= Try it =
Work through the data line by line, gathering every line that has the word "raises".

[Items from a dataset]

☆ ☆ ☆ ☆ ☆

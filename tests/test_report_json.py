"""Tests for planner.report.plan_json: deterministic, atomic plan JSON."""

from __future__ import annotations

import json
import math
import os
import re

import numpy as np
import pytest
from hypothesis import given, settings
from hypothesis import strategies as st
from plan_fixture import make_plan

from planner.report import plan_to_json_text, write_json
from planner.report.plan_json import round_significant

# Fixed keys of the plan JSON (docs/plan-json.md, "fixed" marks): scripts read them.
FIXED_TOP = ("total_present_cost", "solver", "sites", "trips", "chemistry_comparison")
FIXED_SOLVER = ("name", "status", "gap_frac", "seconds")
FIXED_SITE = ("id", "chemistry", "oversize_factor", "charge_voltage_v", "capacity_wh", "replacement_years",
              "life_years", "present_cost", "reference_capacity_wh", "unserved_wh_per_year",
              "equivalent_full_cycles_per_year", "life_p10_years", "life_p50_years", "life_p90_years")
FIXED_TRIP = ("region", "year", "month", "site_ids")
FIXED_CHEM = ("chemistry", "total_present_cost")


def test_identical_input_gives_byte_identical_file(tmp_path):
    # Requirement of docs/plan-json.md: identical inputs give byte-identical JSON.
    a = write_json(make_plan(5, seed=3), tmp_path / "a.json")
    b = write_json(make_plan(5, seed=3), tmp_path / "b.json")
    assert a.read_bytes() == b.read_bytes()


def test_key_insertion_order_does_not_change_text():
    # Sorted keys (docs/plan-json.md): a dict built in reverse order gives the same text.
    plan = make_plan(2)
    reordered = {k: plan[k] for k in reversed(list(plan))}
    reordered["sites"] = [{k: s[k] for k in reversed(list(s))} for s in plan["sites"]]
    assert plan_to_json_text(reordered) == plan_to_json_text(plan)


def test_fixed_keys_present():
    # Fixed key names of docs/plan-json.md.
    data = json.loads(plan_to_json_text(make_plan(3)))
    for key in FIXED_TOP:
        assert key in data
    for key in FIXED_SOLVER:
        assert key in data["solver"]
    for site in data["sites"]:
        for key in FIXED_SITE:
            assert key in site, key
    for trip in data["trips"]:
        for key in FIXED_TRIP:
            assert key in trip
    for row in data["chemistry_comparison"]:
        for key in FIXED_CHEM:
            assert key in row


def test_no_timestamp_and_values_round_trip():
    # Values survive within the 6-significant-digit rounding (relative error <= 5e-6,
    # half a unit in the 6th digit: definition of rounding).
    plan = make_plan(3, seed=1)
    data = json.loads(plan_to_json_text(plan))
    assert data["total_present_cost"] == pytest.approx(plan["total_present_cost"], rel=5e-6)
    for site_json, site in zip(data["sites"], plan["sites"]):
        assert site_json["present_cost"] == pytest.approx(site["present_cost"], rel=5e-6)
        assert site_json["soh_by_month"] == pytest.approx(site["soh_by_month"], rel=5e-6)
        assert site_json["replacement_years"] == site["replacement_years"]
    # No clock time in the text (docs/plan-json.md: "no timestamps").
    assert not re.search(r"\d{4}-\d{2}-\d{2}T\d{2}:", plan_to_json_text(plan))


@settings(max_examples=200, deadline=None)
@given(st.floats(allow_nan=False, allow_infinity=False, width=64))
def test_round_significant_matches_numpy(x):
    # Reference: numpy.format_float_positional(precision=6, unique=False, fractional=False)
    # rounds to 6 significant digits (numpy documentation).
    expected = float(np.format_float_positional(x, precision=6, unique=False, fractional=False, trim="-"))
    assert round_significant(x) == expected + 0.0


def test_round_significant_examples():
    # Hand-checked decimal rounding to 6 significant digits (arithmetic).
    assert round_significant(123456789.0) == 123457000.0
    assert round_significant(0.123456789) == 0.123457
    assert round_significant(-0.0) == 0.0 and math.copysign(1, round_significant(-0.0)) == 1.0
    assert round_significant(float("nan")) is None


def test_fast_and_slow_rounding_paths_agree():
    # A float list goes through the vectorised path, a mixed list element by element;
    # both must give the values round_significant gives (its definition above).
    values = [1.23456789, -9.87654321e-7, 12345678.9, 0.0, -0.0]
    fast = json.loads(plan_to_json_text({"v": values}))["v"]
    slow = json.loads(plan_to_json_text({"v": values + ["x"]}))["v"][:-1]
    assert fast == slow == [round_significant(v) for v in values]


def test_numpy_types_nan_and_paths_are_plain_json():
    # JSON has no NaN (RFC 8259 §6): non-finite numbers become null.
    from pathlib import Path

    plan = {"a": np.float32(1.5), "b": np.int64(7), "c": np.array([1.0, np.nan]), "d": np.bool_(True),
            "e": Path("x") / "y.csv", "f": (1, 2), "g": float("inf")}
    data = json.loads(plan_to_json_text(plan))
    assert data == {"a": 1.5, "b": 7, "c": [1.0, None], "d": True, "e": "x/y.csv", "f": [1, 2], "g": None}


def test_non_string_key_is_a_clear_error():
    with pytest.raises(TypeError, match=r"plan\.sites"):
        plan_to_json_text({"sites": {1: "x"}})


def test_failed_write_leaves_existing_file_and_no_debris(tmp_path, monkeypatch):
    # Atomic replacement (write to a temporary file in the folder, then os.replace).
    target = tmp_path / "plan.json"
    target.write_bytes(b"earlier plan")
    import planner.fileio as atomic

    def broken_replace(src, dst):
        raise OSError("simulated crash before rename")

    monkeypatch.setattr(atomic.os, "replace", broken_replace)
    with pytest.raises(OSError):
        write_json(make_plan(2), target)
    assert target.read_bytes() == b"earlier plan"
    assert os.listdir(tmp_path) == ["plan.json"]


def test_creates_missing_folder(tmp_path):
    out = write_json(make_plan(1), tmp_path / "new" / "plan.json")
    assert json.loads(out.read_text(encoding="utf-8"))["schema_version"] == 1


def test_number_lists_on_one_line_and_text_is_still_the_same_json():
    # The compact leaf layout must parse to exactly what the standard encoder gives
    # (reference: json.dumps of the same normalised data, Python standard library).
    from planner.report.plan_json import normalise

    plan = make_plan(2, seed=4)
    text = plan_to_json_text(plan)
    assert json.loads(text) == json.loads(json.dumps(normalise(plan), sort_keys=True))
    assert '"replacement_years": [' in text and "]\n" in text
    line = next(ln for ln in text.splitlines() if '"soh_by_month"' in ln)
    assert len(json.loads(line.split(": ", 1)[1].rstrip(","))) == 12 * 20 + 1


def test_string_that_looks_like_a_placeholder_is_kept():
    # A NUL-bearing string must come back unchanged (JSON escapes NUL as \u0000, RFC 8259 §7).
    plan = {"name": "\x000\x00", "v": [1.0, 2.0]}
    assert json.loads(plan_to_json_text(plan)) == plan
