"""Risk before the next visit: the P10 definition on a solved plan, existing packs, and
the expected cost priced as the optimizer prices a failure."""

import pytest
from scipy import stats

from planner.economics import CostBreakdown, expected_wait_days
from planner.optimize import Candidate, ExistingPack, FleetProblem, SiteOptions, solve_fleet
from planner.optimize.problem import SitePlan
from planner.pack.life_risk import failure_prob_by_age
from planner.plan.visit_risk import risk_before_next_visit

ALL_MONTHS = tuple(range(1, 13))


def _probs(median, sigma, n=30):
    return failure_prob_by_age(median, n, sigma)


def test_p10_life_shorter_than_the_interval_shows_ten_percent_or_more():
    # A pack planned for 8 years whose P10 life (scipy.stats.lognorm quantile) is 7.8 years:
    # by the definition of P10 at least 10 % fail before the visit at year 8.
    sigma, median = 0.15, 9.55
    assert stats.lognorm(sigma, scale=median).ppf(0.10) < 8.0
    cand = Candidate("d", "lfp", 1.0, 3.4, 1000.0, 10.0, 3000.0, 0.0, 0.0, 8.0, _probs(median, sigma), "calendar")
    site = SiteOptions("S1", "A", ALL_MONTHS, [cand], downtime_cost_per_day=50.0, unplanned_trip_cost=2000.0)
    problem = FleetProblem([site], 16, 0.03, {"A": 1000.0}, gap_rel_frac=1e-9)
    plan = solve_fleet(problem).sites[0]
    assert plan.replacement_years == (0, 8)
    risk = risk_before_next_visit(plan, site, 16)
    assert risk["next_visit_year"] == 8
    assert risk["risk_before_next_visit_frac"] >= 0.10
    # every month open: no wait for access, so a failure costs the unplanned trip only
    assert risk["expected_failure_cost_before_next_visit"] == pytest.approx(
        risk["risk_before_next_visit_frac"] * 2000.0)
    assert risk["expected_downtime_cost_before_next_visit"] == 0.0


def test_existing_pack_until_the_first_replacement():
    # The pack in service today is followed to the first replacement; its probability is
    # the derived one at that age; days off air wait for the next open month
    # (expected_wait_days, checked in test_economics against its worked values).
    probs = failure_prob_by_age(4.0, 20, 0.2, age_years=6.0)
    cand = Candidate("d", "lfp", 1.0, 3.4, 1000.0, 10.0, 3000.0, 0.0, 0.0, 10.0, None, "calendar")
    site = SiteOptions("S1", "A", (6, 7, 8), [cand], existing=ExistingPack(4.0, failure_prob_by_age=probs),
                       downtime_cost_per_day=100.0, unplanned_trip_cost=500.0)
    plan = SitePlan("S1", "A", cand, (3, 13), (7, 7), CostBreakdown())
    risk = risk_before_next_visit(plan, site, 20)
    assert risk["next_visit_year"] == 3
    assert risk["risk_before_next_visit_frac"] == pytest.approx(probs[2])
    wait = expected_wait_days((6, 7, 8))
    assert risk["expected_downtime_cost_before_next_visit"] == pytest.approx(probs[2] * 100.0 * wait)


def test_no_visit_before_the_horizon_runs_to_the_end():
    cand = Candidate("d", "lfp", 1.0, 3.4, 1000.0, 10.0, 3000.0, 0.0, 0.0, 20.0, _probs(15.0, 0.1), "calendar")
    site = SiteOptions("S1", "A", ALL_MONTHS, [cand])
    risk = risk_before_next_visit(SitePlan("S1", "A", cand, (0,), (6,), CostBreakdown()), site, 12)
    assert risk["next_visit_year"] is None
    assert risk["risk_before_next_visit_frac"] == pytest.approx(_probs(15.0, 0.1)[11])
    assert risk_before_next_visit(None, site, 12)["risk_before_next_visit_frac"] is None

☆ ☆ ☆ ☆ ☆

= Response for this exercise =
    with pytest.raises(TypeError, match=r"plan\.sites"):
    with pytest.raises(OSError):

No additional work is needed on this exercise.